De vervolging in Spanje was minder fel dan in Frankrijk. De inquisitie bestond uit beroepsrechters die gebonden waren aan voorschriften, onder andere omtrent het gebruik van marteling, en die gecontroleerd werden door de inquisitie in Madrid. In Frankrijk was er sprake van een gelegenheidsrechtbank die ongebreideld gebruik maakte van marteling en ongecontroleerd te werk ging. In Frankrijk vonden ook na de processen in Baskenland nog heksenvervolgingen plaats. Hier kwam pas een einde aan onder koning Lodewijk XIV op aandringen van zijn minister Colbert. In Spanje maakte de inquisitie al in 1614 officieel een einde aan de heksenvervolgingen.

In Spanje zijn de processtukken van de inquisitie bewaard gebleven zodat een gedetailleerd overzicht van de processen en de beschuldigden mogelijk is. Dit is niet het geval in Frankrijk waar de archieven verbrand of verloren zijn.[1]

In populaire cultuur

De grotten in Sare en Zugarramurdi worden in verband gebracht met de Baskische heksen. In Zugarramurdi is er een museum gewijd aan de heksen en de heksenprocessen. In Saint-Pée-sur-Nivelle staat een beeldhouwwerk van Nestor Basterretxea als eerbewijs aan de slachtoffers van de heksenvervolging.[1]

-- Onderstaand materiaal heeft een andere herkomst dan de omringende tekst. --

def row_spans(steps: Steps, ws: np.ndarray, we: np.ndarray) -> Spans:
    """First / last step overlapping each window ``[ws, we)`` and the edge overlaps.

    Examples
    --------
    >>> st = Steps(np.array([0., 31.]), np.array([31., 59.]), *(np.ones(2, int),) * 3)
    >>> sp = row_spans(st, np.array([10.0]), np.array([40.0]))
    >>> sp.i0.tolist(), sp.i1.tolist(), sp.ov0.tolist(), sp.ov1.tolist()
    ([0], [1], [21.0], [9.0])
    """
    n = steps.t0.size
    i0 = np.searchsorted(steps.t1, ws, side="right")
    i1 = np.searchsorted(steps.t0, we, side="left") - 1
    has = (i1 >= i0) & (i0 < n) & (i1 >= 0)
    a, b = np.clip(i0, 0, n - 1), np.clip(i1, 0, n - 1)
    ov0 = np.minimum(steps.t1[a], we) - np.maximum(steps.t0[a], ws)
    ov1 = np.minimum(steps.t1[b], we) - np.maximum(steps.t0[b], ws)
    return Spans(a, np.where(has, b, a), np.where(has, ov0, 0.0), np.where(has, ov1, 0.0), we - ws, has)


def within_span(steps: Steps, ws: np.ndarray, we: np.ndarray) -> np.ndarray:
    """Whether each window ``[ws, we)`` overlaps the grid's time span (first step's start
    to last step's end), gaps between steps included.

    Examples
    --------
    >>> st = Steps(np.array([0., 2.]), np.array([1., 3.]), *(np.ones(2, int),) * 3)
    >>> within_span(st, np.array([1.0, 3.0, -1.0]), np.array([2.0, 4.0, 0.0])).tolist()
    [True, False, False]
    """
    if steps.t0.size == 0:
        return np.zeros(np.shape(ws), dtype=bool)
    return (np.asarray(we) > np.min(steps.t0)) & (np.asarray(ws) < np.max(steps.t1))


def _short_windows(q: np.ndarray, sp: Spans) -> bool:
    """Whether the rows' windows hold few steps against the series' length: then each
    window's steps are gathered and added (work ∝ the windows), else cumulative sums over
    whole series answer every window with two look-ups (work ∝ the series)."""
    steps = int(np.sum(np.where(sp.has, sp.i1 - sp.i0 + 1, 0)))
    return 4 * steps < q.shape[0] * q.shape[1]


def _wsum(q: np.ndarray, b: np.ndarray, src: np.ndarray, sp: Spans, e0: np.ndarray, e1: np.ndarray) -> np.ndarray:
    """Σ w q over each row's window: interior steps weighted ``b``, edges ``e0``/``e1``.

    Examples
    --------
    >>> st = Steps(np.array([0., 31., 59.]), np.array([31., 59., 90.]), *(np.ones(3, int),) * 3)
    >>> sp = row_spans(st, np.array([10.0]), np.array([70.0]))  # 21 + 28 + 11 days
    >>> _wsum(np.array([[1.0, 2.0, 3.0]]), st.length[None, :], np.array([0]), sp, sp.ov0, sp.ov1).tolist()
    [110.0]
    """
    i0, i1 = sp.i0, sp.i1
    first = e0 * q[src, i0]
    last = np.where(i1 > i0, e1 * q[src, i1], 0.0)
    if _short_windows(q, sp):
        inner = _inner_gathered(q, b, src, sp)
    else:
        cum = np.zeros((q.shape[0], q.shape[1] + 1), dtype=np.float64)
        np.cumsum(q * b, axis=1, out=cum[:, 1:])
        inner = np.where(i1 > i0 + 1, cum[src, i1] - cum[src, np.minimum(i0 + 1, i1)], 0.0)
    return np.where(sp.has, inner + first + last, 0.0)


def _inner_gathered(q: np.ndarray, b: np.ndarray, src: np.ndarray, sp: Spans,
                    f: Callable[[np.ndarray], np.ndarray] | None = None) -> np.ndarray:
    """Σ b q over the steps strictly inside each row's window, gathered in one flat pass
    (in chunks of rows of at most 4 million steps); ``f`` is applied to the gathered values
    of ``q`` first.

    Examples
    --------
    >>> st = Steps(np.arange(4.0), np.arange(1.0, 5.0), *(np.ones(4, int),) * 3)
    >>> sp = row_spans(st, np.array([0.0, 1.0]), np.array([4.0, 2.0]))
    >>> _inner_gathered(np.array([[1.0, 2.0, 3.0, 4.0]]), st.length[None, :], np.array([0, 0]), sp).tolist()
    [5.0, 0.0]
    """
    out = np.zeros(src.size)
    count = np.where(sp.has, sp.i1 - sp.i0 - 1, 0)
    rows = np.nonzero(count > 0)[0]
    total = np.cumsum(count[rows])
    k = 0
    while k < rows.size:
        end = int(np.searchsorted(total, (total[k - 1] if k else 0) + 4_000_000, side="right"))
        r = rows[k : max(end, k + 1)]
        n = count[r]
        t = _ranges(sp.i0[r] + 1, n)
        s_rep = np.repeat(src[r], n)
        vals = q[s_rep, t]
        weights = b[0, t] if b.shape[0] == 1 else b[s_rep, t]
        prod = (vals if f is None else f(vals)) * weights
        starts = np.concatenate([[0], np.cumsum(n)[:-1]])
        out[r] = np.add.reduceat(prod, starts)
        k = max(end, k + 1)
    return out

De Spaanse film Akelarre (2021) heeft als thema de heksenvervolging in Navarra. De Franse televisieminiserie Filles du feu (2023) is gebaseerd op de heksenvervolging in Labourd.[3]

Bronnen

  1. a b c (fr) Denis, Sophie (2024). Sur les traces des sorcières. Détours en France 257, p. 70-75
  2. (fr) REFORME PROTESTANTE ET CONTRE-REFORME CATHOLIQUE. Histoire du diocèse. Diocèse de Bayonne, Lescar et Oloron. Geraadpleegd op 13 juni 2025.
  3. a b (fr) Demouveaux, Gautier, "Voici la véritable histoire des sorcières brûlées au Pays basque, qui a inspiré la série de France 2", Ouest France, 28 augustus 2023. Geraadpleegd op 29 mei 2025.
  4. (es) Pérez Henares, Antonio, Alonso de Salazar y Frías, el inquisidor que salvó a las «brujas». El Debate (12 juli 2024). Geraadpleegd op 29 mei 2025.